Once you have located the line containing "Q = len(keep)" in the material below, return it exactly along with each line after it through the line containing "row_max = plane_lw.max(axis=1, keepdims=True)".

***** Supplied records *****

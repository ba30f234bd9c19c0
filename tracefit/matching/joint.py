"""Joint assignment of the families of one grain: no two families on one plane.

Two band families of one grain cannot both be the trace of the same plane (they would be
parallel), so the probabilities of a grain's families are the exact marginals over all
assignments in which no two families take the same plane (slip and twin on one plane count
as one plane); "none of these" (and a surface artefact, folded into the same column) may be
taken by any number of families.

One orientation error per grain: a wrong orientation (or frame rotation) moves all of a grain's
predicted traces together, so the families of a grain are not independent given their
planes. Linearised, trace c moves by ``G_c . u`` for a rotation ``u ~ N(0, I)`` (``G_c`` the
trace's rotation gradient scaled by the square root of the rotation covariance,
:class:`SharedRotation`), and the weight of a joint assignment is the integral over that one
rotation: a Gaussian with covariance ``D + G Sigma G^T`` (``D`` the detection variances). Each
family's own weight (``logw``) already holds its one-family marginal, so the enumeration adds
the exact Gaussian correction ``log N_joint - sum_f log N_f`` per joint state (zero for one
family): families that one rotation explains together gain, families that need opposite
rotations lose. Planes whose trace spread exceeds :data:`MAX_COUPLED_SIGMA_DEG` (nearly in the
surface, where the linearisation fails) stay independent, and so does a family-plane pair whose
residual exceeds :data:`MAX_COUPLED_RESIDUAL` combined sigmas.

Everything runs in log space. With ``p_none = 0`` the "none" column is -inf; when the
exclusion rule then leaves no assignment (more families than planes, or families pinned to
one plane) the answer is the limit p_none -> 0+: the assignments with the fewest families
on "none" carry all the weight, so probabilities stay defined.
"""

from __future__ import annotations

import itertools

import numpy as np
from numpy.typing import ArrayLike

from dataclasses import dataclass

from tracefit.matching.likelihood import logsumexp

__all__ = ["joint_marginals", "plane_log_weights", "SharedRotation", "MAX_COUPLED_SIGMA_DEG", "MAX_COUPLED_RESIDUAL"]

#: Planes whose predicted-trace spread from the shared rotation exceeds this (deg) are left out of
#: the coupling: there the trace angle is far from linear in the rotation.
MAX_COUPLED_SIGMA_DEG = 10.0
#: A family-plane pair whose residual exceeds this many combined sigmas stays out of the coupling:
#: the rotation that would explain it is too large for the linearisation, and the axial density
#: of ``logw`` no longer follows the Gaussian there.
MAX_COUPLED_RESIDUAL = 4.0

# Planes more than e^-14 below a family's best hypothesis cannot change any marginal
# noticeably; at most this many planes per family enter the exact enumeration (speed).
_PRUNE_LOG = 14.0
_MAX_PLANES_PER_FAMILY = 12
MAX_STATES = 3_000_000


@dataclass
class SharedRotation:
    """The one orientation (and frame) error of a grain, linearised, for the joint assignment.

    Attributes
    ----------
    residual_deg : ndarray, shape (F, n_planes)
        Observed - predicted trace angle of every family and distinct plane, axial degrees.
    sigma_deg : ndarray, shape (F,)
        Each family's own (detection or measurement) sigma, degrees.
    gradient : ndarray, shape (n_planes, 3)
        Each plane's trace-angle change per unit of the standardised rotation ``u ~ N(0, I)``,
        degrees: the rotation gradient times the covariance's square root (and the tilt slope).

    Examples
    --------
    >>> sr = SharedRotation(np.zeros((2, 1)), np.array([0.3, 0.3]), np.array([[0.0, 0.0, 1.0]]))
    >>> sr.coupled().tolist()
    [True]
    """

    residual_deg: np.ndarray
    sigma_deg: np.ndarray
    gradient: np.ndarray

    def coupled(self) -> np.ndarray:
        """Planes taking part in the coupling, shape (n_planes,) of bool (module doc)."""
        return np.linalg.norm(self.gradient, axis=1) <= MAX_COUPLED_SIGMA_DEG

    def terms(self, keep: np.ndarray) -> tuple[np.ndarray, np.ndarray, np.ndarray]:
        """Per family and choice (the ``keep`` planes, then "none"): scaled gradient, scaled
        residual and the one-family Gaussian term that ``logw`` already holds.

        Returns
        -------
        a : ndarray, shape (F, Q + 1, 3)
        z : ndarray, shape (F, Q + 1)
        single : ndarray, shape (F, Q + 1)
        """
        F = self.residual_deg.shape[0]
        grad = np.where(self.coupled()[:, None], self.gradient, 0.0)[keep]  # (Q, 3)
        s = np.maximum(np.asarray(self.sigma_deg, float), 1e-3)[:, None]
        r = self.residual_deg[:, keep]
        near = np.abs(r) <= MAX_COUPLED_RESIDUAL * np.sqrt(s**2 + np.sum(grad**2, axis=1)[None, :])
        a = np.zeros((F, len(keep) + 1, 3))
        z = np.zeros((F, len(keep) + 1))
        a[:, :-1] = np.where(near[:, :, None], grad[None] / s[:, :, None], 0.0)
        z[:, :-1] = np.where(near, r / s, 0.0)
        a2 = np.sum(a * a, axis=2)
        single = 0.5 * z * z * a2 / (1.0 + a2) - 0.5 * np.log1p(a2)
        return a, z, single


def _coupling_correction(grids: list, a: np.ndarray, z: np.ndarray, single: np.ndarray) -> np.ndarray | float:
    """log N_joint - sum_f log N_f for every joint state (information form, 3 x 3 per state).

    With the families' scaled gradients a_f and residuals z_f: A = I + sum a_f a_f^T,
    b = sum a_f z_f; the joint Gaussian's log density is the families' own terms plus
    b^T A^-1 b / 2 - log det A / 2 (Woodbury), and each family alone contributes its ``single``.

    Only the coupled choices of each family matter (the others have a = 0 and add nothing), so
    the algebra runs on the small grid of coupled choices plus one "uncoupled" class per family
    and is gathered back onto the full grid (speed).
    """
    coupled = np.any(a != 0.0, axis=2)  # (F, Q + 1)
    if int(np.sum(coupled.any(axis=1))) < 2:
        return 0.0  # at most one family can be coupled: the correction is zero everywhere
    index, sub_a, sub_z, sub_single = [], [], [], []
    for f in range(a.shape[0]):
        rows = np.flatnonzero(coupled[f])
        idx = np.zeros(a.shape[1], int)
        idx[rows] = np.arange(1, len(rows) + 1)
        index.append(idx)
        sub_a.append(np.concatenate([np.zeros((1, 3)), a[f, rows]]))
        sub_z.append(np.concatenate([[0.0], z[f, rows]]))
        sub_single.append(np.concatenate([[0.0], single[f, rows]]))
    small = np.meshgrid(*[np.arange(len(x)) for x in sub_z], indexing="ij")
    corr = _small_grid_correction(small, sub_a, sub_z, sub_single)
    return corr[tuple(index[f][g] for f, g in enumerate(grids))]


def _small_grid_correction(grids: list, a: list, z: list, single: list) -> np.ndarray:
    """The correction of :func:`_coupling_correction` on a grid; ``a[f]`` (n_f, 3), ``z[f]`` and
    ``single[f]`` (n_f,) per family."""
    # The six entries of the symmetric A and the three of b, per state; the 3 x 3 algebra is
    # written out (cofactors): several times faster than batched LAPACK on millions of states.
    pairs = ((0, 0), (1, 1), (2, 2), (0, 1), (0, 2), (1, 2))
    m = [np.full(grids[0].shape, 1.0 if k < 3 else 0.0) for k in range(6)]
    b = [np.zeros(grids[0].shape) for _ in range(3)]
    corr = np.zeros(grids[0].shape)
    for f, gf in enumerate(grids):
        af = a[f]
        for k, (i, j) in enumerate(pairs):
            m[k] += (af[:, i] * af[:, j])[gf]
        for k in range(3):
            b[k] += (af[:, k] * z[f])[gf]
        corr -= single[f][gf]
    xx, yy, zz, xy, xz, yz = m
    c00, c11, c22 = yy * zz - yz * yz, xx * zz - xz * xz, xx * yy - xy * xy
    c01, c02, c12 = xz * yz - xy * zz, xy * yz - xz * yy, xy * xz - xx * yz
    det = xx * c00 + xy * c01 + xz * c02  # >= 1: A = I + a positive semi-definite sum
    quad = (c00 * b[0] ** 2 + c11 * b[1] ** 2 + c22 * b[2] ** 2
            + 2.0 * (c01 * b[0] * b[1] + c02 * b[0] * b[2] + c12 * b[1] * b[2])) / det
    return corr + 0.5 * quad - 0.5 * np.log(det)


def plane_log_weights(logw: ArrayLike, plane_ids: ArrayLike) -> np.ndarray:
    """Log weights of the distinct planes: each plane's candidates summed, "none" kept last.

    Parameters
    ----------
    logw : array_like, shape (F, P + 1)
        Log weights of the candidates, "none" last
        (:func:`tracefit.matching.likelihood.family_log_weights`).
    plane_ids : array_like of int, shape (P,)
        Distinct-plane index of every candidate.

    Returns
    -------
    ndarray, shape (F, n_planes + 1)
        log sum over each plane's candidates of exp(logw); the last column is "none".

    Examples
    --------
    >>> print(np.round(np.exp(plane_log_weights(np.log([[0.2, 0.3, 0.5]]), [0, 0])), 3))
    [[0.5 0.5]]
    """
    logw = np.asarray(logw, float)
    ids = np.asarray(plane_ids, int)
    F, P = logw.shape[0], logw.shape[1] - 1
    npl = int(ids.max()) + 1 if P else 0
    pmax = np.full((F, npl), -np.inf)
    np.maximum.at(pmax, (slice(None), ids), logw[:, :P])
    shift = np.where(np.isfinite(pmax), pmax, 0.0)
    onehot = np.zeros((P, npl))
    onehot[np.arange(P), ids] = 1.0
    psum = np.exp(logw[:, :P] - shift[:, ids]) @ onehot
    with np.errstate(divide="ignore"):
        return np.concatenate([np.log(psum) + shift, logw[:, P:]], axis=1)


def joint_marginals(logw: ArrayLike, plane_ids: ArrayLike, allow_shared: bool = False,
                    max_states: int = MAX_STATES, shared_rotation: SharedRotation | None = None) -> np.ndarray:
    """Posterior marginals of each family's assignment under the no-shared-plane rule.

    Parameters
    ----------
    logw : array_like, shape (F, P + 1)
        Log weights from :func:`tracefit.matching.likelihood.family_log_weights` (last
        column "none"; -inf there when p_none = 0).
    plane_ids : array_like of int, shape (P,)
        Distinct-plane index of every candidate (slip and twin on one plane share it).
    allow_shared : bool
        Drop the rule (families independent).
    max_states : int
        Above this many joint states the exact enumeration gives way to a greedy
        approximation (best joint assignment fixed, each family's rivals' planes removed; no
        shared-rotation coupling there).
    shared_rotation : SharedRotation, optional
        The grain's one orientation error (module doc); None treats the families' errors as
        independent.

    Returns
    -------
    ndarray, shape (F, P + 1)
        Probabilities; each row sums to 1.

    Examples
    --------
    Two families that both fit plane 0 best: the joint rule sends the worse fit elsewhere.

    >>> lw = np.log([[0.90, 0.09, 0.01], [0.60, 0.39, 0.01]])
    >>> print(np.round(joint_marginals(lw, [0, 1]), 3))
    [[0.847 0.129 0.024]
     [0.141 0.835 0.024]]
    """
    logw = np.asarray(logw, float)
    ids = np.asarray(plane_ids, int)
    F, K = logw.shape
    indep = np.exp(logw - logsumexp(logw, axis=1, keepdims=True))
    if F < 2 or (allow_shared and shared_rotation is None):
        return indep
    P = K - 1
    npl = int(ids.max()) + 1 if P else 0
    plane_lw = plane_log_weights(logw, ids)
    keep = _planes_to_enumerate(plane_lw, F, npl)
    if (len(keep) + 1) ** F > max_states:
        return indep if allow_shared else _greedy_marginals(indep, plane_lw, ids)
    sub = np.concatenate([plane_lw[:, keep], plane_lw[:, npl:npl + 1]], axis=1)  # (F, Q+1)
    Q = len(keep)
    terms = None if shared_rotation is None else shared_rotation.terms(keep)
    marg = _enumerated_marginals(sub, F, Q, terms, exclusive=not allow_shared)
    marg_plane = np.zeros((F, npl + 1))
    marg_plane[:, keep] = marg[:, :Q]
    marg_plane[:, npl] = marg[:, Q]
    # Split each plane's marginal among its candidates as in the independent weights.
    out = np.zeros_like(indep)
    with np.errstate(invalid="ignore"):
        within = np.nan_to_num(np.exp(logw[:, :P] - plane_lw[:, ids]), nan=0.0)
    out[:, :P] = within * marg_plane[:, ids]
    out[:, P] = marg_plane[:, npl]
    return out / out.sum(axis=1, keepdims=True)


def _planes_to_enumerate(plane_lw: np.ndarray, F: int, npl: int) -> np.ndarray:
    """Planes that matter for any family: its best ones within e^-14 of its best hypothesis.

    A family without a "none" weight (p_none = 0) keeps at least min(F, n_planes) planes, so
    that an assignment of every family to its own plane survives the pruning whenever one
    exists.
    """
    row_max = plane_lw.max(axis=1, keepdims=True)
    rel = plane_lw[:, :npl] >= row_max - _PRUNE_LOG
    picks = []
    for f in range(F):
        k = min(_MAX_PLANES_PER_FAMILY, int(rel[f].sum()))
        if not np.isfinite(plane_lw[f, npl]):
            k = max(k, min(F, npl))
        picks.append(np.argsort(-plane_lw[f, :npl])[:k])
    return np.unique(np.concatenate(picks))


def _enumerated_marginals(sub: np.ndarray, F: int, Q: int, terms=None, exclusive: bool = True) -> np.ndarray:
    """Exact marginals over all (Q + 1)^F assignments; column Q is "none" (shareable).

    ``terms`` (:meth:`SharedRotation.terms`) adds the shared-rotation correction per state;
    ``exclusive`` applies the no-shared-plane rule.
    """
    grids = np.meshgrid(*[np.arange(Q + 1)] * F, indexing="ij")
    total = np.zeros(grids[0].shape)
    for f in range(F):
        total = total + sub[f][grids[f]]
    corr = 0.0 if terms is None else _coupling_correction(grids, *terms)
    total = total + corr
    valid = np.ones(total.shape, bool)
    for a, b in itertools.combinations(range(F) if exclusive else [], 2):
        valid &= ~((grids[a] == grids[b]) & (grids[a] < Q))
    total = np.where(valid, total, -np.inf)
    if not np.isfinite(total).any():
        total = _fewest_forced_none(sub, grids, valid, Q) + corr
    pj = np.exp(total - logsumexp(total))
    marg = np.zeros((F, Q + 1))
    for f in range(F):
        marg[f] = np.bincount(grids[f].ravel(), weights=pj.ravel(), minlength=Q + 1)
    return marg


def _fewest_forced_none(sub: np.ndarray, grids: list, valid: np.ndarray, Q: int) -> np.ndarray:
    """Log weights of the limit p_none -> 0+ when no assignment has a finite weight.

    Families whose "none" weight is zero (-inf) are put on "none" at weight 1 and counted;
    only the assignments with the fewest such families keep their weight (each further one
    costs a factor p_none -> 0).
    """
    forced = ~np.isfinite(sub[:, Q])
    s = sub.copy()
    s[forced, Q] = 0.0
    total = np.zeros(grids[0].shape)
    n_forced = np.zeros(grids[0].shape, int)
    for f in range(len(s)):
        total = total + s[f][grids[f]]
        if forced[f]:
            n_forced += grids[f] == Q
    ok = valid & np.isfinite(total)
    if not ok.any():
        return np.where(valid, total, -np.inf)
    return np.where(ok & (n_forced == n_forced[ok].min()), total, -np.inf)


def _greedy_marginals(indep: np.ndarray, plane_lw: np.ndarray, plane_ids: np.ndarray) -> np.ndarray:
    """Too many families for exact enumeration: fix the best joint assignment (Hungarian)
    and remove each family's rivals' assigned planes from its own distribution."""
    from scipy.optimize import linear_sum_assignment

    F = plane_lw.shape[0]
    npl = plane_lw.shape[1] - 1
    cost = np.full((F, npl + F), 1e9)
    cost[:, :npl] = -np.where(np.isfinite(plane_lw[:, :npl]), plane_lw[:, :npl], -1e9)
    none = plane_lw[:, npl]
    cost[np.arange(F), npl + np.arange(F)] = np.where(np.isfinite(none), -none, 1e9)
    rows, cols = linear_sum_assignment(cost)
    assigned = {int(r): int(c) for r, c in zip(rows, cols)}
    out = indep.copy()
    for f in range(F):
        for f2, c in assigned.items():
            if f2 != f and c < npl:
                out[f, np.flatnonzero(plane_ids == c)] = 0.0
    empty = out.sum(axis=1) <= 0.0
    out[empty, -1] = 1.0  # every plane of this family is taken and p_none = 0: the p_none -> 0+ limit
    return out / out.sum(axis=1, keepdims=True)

*****

Finished task –
    Q = len(keep)
    terms = None if shared_rotation is None else shared_rotation.terms(keep)
    marg = _enumerated_marginals(sub, F, Q, terms, exclusive=not allow_shared)
    marg_plane = np.zeros((F, npl + 1))
    marg_plane[:, keep] = marg[:, :Q]
    marg_plane[:, npl] = marg[:, Q]
    # Split each plane's marginal among its candidates as in the independent weights.
    out = np.zeros_like(indep)
    with np.errstate(invalid="ignore"):
        within = np.nan_to_num(np.exp(logw[:, :P] - plane_lw[:, ids]), nan=0.0)
    out[:, :P] = within * marg_plane[:, ids]
    out[:, P] = marg_plane[:, npl]
    return out / out.sum(axis=1, keepdims=True)


def _planes_to_enumerate(plane_lw: np.ndarray, F: int, npl: int) -> np.ndarray:
    """Planes that matter for any family: its best ones within e^-14 of its best hypothesis.

    A family without a "none" weight (p_none = 0) keeps at least min(F, n_planes) planes, so
    that an assignment of every family to its own plane survives the pruning whenever one
    exists.
    """
    row_max = plane_lw.max(axis=1, keepdims=True)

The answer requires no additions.